(Input records)
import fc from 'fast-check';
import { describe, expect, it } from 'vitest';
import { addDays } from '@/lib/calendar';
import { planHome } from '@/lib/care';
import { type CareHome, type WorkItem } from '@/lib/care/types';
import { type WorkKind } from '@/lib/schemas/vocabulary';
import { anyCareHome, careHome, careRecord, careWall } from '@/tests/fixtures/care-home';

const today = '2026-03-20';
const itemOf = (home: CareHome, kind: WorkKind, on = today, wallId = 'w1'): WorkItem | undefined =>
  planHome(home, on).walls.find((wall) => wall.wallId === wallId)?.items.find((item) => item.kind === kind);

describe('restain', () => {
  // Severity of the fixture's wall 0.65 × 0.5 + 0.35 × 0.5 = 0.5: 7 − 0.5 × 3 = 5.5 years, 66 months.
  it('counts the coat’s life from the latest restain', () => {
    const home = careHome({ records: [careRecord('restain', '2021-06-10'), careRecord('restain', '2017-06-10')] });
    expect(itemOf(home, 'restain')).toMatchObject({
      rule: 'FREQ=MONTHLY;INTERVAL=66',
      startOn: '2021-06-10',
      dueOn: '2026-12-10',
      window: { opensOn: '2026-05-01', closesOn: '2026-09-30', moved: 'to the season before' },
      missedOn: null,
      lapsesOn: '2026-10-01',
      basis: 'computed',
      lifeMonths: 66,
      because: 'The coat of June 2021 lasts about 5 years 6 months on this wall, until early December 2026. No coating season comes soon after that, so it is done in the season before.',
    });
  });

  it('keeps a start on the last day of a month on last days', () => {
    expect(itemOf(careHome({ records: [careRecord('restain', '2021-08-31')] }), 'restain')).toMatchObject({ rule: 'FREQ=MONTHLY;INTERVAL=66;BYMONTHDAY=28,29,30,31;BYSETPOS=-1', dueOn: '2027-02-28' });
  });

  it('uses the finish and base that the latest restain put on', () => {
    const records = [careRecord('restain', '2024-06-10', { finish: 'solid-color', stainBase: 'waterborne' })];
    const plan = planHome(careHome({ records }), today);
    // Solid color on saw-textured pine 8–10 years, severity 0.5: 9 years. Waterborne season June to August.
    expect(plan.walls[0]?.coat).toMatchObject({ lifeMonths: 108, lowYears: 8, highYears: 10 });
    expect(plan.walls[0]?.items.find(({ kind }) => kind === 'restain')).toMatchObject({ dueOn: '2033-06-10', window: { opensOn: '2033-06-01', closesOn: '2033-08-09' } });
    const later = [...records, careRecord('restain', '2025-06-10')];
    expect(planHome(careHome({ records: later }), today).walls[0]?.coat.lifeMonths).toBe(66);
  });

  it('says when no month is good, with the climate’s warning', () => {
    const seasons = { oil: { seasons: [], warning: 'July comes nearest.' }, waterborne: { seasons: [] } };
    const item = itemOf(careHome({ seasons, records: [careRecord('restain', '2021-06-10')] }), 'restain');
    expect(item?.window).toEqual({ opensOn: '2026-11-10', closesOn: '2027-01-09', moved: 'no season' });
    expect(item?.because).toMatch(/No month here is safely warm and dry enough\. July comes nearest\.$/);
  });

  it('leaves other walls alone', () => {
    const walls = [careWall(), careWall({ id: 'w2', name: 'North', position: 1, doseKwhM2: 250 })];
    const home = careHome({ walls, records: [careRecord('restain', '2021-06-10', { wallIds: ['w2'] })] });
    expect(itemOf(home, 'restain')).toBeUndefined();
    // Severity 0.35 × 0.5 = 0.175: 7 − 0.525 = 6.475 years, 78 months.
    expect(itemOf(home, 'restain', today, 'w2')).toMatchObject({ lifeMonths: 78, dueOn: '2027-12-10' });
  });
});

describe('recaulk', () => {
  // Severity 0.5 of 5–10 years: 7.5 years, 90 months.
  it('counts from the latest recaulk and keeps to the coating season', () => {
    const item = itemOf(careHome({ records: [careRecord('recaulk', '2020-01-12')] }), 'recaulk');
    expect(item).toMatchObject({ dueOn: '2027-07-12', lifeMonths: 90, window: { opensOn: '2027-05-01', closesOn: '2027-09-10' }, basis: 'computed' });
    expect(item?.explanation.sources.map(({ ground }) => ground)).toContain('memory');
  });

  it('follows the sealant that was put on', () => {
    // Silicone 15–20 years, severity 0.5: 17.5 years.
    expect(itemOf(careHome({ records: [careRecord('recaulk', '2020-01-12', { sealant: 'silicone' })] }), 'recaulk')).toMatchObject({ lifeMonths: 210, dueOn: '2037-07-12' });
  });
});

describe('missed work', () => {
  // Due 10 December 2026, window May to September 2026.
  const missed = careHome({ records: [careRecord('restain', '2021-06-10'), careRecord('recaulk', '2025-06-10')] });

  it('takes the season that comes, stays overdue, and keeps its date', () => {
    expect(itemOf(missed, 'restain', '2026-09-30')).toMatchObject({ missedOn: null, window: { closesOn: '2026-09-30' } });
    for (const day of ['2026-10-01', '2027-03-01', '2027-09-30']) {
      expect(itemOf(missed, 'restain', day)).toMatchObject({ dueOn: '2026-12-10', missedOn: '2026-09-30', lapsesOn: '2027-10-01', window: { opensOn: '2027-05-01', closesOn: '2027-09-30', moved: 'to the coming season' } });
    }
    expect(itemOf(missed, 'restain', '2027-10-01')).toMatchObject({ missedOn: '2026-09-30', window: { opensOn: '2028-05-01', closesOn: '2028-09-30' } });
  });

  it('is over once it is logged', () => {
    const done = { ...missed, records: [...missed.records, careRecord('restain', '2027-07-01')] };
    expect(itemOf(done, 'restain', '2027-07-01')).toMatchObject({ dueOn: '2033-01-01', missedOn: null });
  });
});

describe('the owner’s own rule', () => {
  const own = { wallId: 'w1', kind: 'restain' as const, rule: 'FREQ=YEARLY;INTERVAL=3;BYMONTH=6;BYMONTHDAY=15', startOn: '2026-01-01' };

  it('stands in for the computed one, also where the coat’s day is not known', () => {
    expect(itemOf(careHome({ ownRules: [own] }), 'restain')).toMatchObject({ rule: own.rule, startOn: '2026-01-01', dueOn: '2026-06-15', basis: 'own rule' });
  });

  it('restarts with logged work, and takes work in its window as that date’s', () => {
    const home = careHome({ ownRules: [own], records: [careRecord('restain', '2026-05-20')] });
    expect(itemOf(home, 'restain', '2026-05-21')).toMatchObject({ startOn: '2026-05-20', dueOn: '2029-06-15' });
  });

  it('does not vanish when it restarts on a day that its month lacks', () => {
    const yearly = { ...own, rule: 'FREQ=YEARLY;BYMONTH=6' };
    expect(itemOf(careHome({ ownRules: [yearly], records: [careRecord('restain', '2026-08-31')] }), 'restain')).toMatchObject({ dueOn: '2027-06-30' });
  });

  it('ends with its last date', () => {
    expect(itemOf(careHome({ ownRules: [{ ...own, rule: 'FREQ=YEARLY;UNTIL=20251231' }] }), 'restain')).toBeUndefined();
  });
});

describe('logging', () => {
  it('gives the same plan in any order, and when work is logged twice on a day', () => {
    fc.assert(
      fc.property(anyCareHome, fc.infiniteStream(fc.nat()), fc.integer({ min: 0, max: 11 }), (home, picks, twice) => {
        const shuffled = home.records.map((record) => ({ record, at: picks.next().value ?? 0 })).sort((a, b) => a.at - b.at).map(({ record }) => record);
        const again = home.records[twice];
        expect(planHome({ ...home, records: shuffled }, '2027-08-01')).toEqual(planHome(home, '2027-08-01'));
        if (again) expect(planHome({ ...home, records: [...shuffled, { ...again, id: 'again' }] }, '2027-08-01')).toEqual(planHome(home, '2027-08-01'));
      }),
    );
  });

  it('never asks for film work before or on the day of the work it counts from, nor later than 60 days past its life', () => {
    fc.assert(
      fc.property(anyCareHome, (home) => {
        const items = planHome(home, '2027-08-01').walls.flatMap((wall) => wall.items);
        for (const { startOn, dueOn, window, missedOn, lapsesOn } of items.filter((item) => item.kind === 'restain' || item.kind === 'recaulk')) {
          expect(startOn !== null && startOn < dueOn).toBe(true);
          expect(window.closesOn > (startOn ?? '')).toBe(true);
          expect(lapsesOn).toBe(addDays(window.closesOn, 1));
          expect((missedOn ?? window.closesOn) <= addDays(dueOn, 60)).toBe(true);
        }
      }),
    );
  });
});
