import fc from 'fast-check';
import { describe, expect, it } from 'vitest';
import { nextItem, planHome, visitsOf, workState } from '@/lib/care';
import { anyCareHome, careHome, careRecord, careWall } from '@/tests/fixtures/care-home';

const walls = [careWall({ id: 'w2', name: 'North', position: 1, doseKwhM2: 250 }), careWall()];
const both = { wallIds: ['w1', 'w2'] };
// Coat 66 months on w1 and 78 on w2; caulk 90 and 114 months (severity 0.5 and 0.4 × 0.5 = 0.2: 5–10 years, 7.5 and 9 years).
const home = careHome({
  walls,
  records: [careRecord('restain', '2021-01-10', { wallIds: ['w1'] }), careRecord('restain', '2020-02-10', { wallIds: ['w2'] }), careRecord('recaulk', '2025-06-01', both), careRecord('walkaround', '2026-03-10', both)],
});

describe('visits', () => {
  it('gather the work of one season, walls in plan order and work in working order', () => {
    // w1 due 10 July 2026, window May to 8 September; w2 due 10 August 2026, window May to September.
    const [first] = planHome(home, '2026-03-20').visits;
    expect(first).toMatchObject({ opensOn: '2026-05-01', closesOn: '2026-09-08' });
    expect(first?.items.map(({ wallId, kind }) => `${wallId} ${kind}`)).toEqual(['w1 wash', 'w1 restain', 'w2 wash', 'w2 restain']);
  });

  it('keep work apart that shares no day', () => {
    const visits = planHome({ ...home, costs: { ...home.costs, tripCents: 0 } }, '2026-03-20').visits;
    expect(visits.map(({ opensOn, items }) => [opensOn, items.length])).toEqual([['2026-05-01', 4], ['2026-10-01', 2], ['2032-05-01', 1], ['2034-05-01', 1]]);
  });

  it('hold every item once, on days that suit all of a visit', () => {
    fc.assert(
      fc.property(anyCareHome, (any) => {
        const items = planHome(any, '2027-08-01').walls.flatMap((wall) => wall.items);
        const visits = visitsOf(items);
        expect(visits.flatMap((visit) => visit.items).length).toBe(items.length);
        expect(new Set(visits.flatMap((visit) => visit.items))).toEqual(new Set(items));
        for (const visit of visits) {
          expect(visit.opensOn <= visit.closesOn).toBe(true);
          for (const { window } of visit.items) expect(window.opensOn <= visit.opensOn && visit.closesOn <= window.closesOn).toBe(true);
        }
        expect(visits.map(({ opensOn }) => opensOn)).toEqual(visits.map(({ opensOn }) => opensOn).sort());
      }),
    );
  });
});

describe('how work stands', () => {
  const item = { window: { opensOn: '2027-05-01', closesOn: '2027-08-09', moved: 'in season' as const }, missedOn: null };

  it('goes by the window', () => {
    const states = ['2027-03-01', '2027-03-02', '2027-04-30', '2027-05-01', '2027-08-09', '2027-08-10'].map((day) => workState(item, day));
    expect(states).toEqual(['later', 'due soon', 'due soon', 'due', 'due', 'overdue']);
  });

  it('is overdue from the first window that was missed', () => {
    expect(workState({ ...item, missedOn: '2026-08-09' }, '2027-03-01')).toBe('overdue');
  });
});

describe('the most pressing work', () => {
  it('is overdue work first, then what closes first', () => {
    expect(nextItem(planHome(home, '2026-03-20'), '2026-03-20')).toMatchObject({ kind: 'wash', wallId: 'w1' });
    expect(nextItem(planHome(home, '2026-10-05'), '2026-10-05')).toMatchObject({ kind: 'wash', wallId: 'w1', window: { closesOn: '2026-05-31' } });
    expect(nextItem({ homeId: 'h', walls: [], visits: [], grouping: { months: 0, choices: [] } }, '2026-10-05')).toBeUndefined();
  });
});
(End Input records)
* [Description of the task] Could you work out how many lines in the records include "date"? Answer with the number only.

* [Response to the exercise] 3